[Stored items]

★ ★ ★ ★ ★ ★ ★

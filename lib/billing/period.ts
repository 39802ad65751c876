// Billing periods and what a membership allows at a given moment: pure functions, shared by the
// webhook handling, the upload gate, the pages, the local payment fake and the tests.
import type { BillingStatus } from "./constants";

/**
 * One calendar month later, keeping the day of the month where it exists and otherwise taking the month's
 * last day (Jan 31 -> Feb 28/29), as the payment provider anchors monthly renewals (Stripe docs, "billing cycle").
 */
export function addMonthsUtc(date: Date, months: number): Date {
  const y = date.getUTCFullYear();
  const m = date.getUTCMonth() + months;
  const lastDay = new Date(Date.UTC(y, m + 1, 0)).getUTCDate();
  const day = Math.min(date.getUTCDate(), lastDay);
  return new Date(Date.UTC(y, m, day, date.getUTCHours(), date.getUTCMinutes(), date.getUTCSeconds(), date.getUTCMilliseconds()));
}

/** The provider's subscription status mapped to ours; cancel-at-period-end on a live subscription is "lapsing". */
export function statusFromSubscription(providerStatus: string, cancelAtPeriodEnd: boolean): BillingStatus {
  switch (providerStatus) {
    case "active":
    case "trialing":
      return cancelAtPeriodEnd ? "lapsing" : "active";
    case "past_due":
    case "unpaid":
      return "past_due";
    case "incomplete":
      return "none";
    default:
      // canceled, incomplete_expired, paused
      return "lapsed";
  }
}

export interface MembershipFacts {
  status: BillingStatus;
  paidThrough: Date | null;
  currentPeriodEnd: Date | null;
  cancelAtPeriodEnd: boolean;
}

export interface MembershipView {
  status: BillingStatus;
  /** New uploads and review requests are allowed (reading and export always are). */
  uploadsAllowed: boolean;
  paidThrough: Date | null;
  /** The next renewal, while the membership renews by itself. */
  renewsOn: Date | null;
  /** When uploads stop, for a membership that will not renew (cancelled or its renewal failed). */
  endsOn: Date | null;
}

/**
 * What a membership allows at `now`. Uploads are allowed when comped or while the paid period lasts: a failed
 * renewal or a cancellation lapses the membership at the end of what was paid, not before.
 */
export function membershipView(facts: MembershipFacts | null, now: Date): MembershipView {
  if (!facts) return { status: "none", uploadsAllowed: false, paidThrough: null, renewsOn: null, endsOn: null };
  const { paidThrough } = facts;
  if (facts.status === "comped") return { status: "comped", uploadsAllowed: true, paidThrough, renewsOn: null, endsOn: null };
  const paid = paidThrough !== null && paidThrough.getTime() > now.getTime();
  if (!paid) {
    const status: BillingStatus = facts.status === "none" && paidThrough === null ? "none" : "lapsed";
    return { status, uploadsAllowed: false, paidThrough, renewsOn: null, endsOn: null };
  }
  const status: BillingStatus = facts.status === "active" || facts.status === "past_due" ? facts.status : "lapsing";
  const renews = status === "active" && !facts.cancelAtPeriodEnd;
  return {
    status,
    uploadsAllowed: true,
    paidThrough,
    renewsOn: renews ? (facts.currentPeriodEnd ?? paidThrough) : null,
    endsOn: renews ? null : paidThrough,
  };
}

★ ★ ★ ★ ★ ★ ★

• **WHAT THE TASK ASKS**
Restate the data above word for word.

• **WRITTEN ANSWER**
filename lib/billing/period.ts
repository 39802ad65751c876
// Billing periods and what a membership allows at a given moment: pure functions, shared by the
// webhook handling, the upload gate, the pages, the local payment fake and the tests.
import type { BillingStatus } from "./constants";

/**
 * One calendar month later, keeping the day of the month where it exists and otherwise taking the month's
 * last day (Jan 31 -> Feb 28/29), as the payment provider anchors monthly renewals (Stripe docs, "billing cycle").
 */
export function addMonthsUtc(date: Date, months: number): Date {
  const y = date.getUTCFullYear();
  const m = date.getUTCMonth() + months;
  const lastDay = new Date(Date.UTC(y, m + 1, 0)).getUTCDate();
  const day = Math.min(date.getUTCDate(), lastDay);
  return new Date(Date.UTC(y, m, day, date.getUTCHours(), date.getUTCMinutes(), date.getUTCSeconds(), date.getUTCMilliseconds()));
}

/** The provider's subscription status mapped to ours; cancel-at-period-end on a live subscription is "lapsing". */
export function statusFromSubscription(providerStatus: string, cancelAtPeriodEnd: boolean): BillingStatus {
  switch (providerStatus) {
    case "active":
    case "trialing":
      return cancelAtPeriodEnd ? "lapsing" : "active";
    case "past_due":
    case "unpaid":
      return "past_due";
    case "incomplete":
      return "none";
    default:
      // canceled, incomplete_expired, paused
      return "lapsed";
  }
}

export interface MembershipFacts {
  status: BillingStatus;
  paidThrough: Date | null;
  currentPeriodEnd: Date | null;
  cancelAtPeriodEnd: boolean;
}

export interface MembershipView {
  status: BillingStatus;
  /** New uploads and review requests are allowed (reading and export always are). */
  uploadsAllowed: boolean;
  paidThrough: Date | null;
  /** The next renewal, while the membership renews by itself. */
  renewsOn: Date | null;
  /** When uploads stop, for a membership that will not renew (cancelled or its renewal failed). */
  endsOn: Date | null;
}

/**
 * What a membership allows at `now`. Uploads are allowed when comped or while the paid period lasts: a failed
 * renewal or a cancellation lapses the membership at the end of what was paid, not before.
 */
export function membershipView(facts: MembershipFacts | null, now: Date): MembershipView {
  if (!facts) return { status: "none", uploadsAllowed: false, paidThrough: null, renewsOn: null, endsOn: null };
  const { paidThrough } = facts;
  if (facts.status === "comped") return { status: "comped", uploadsAllowed: true, paidThrough, renewsOn: null, endsOn: null };
  const paid = paidThrough !== null && paidThrough.getTime() > now.getTime();
  if (!paid) {
    const status: BillingStatus = facts.status === "none" && paidThrough === null ? "none" : "lapsed";
    return { status, uploadsAllowed: false, paidThrough, renewsOn: null, endsOn: null };
  }
  const status: BillingStatus = facts.status === "active" || facts.status === "past_due" ? facts.status : "lapsing";
  const renews = status === "active" && !facts.cancelAtPeriodEnd;
  return {
    status,
    uploadsAllowed: true,
    paidThrough,
    renewsOn: renews ? (facts.currentPeriodEnd ?? paidThrough) : null,
    endsOn: renews ? null : paidThrough,
  };
}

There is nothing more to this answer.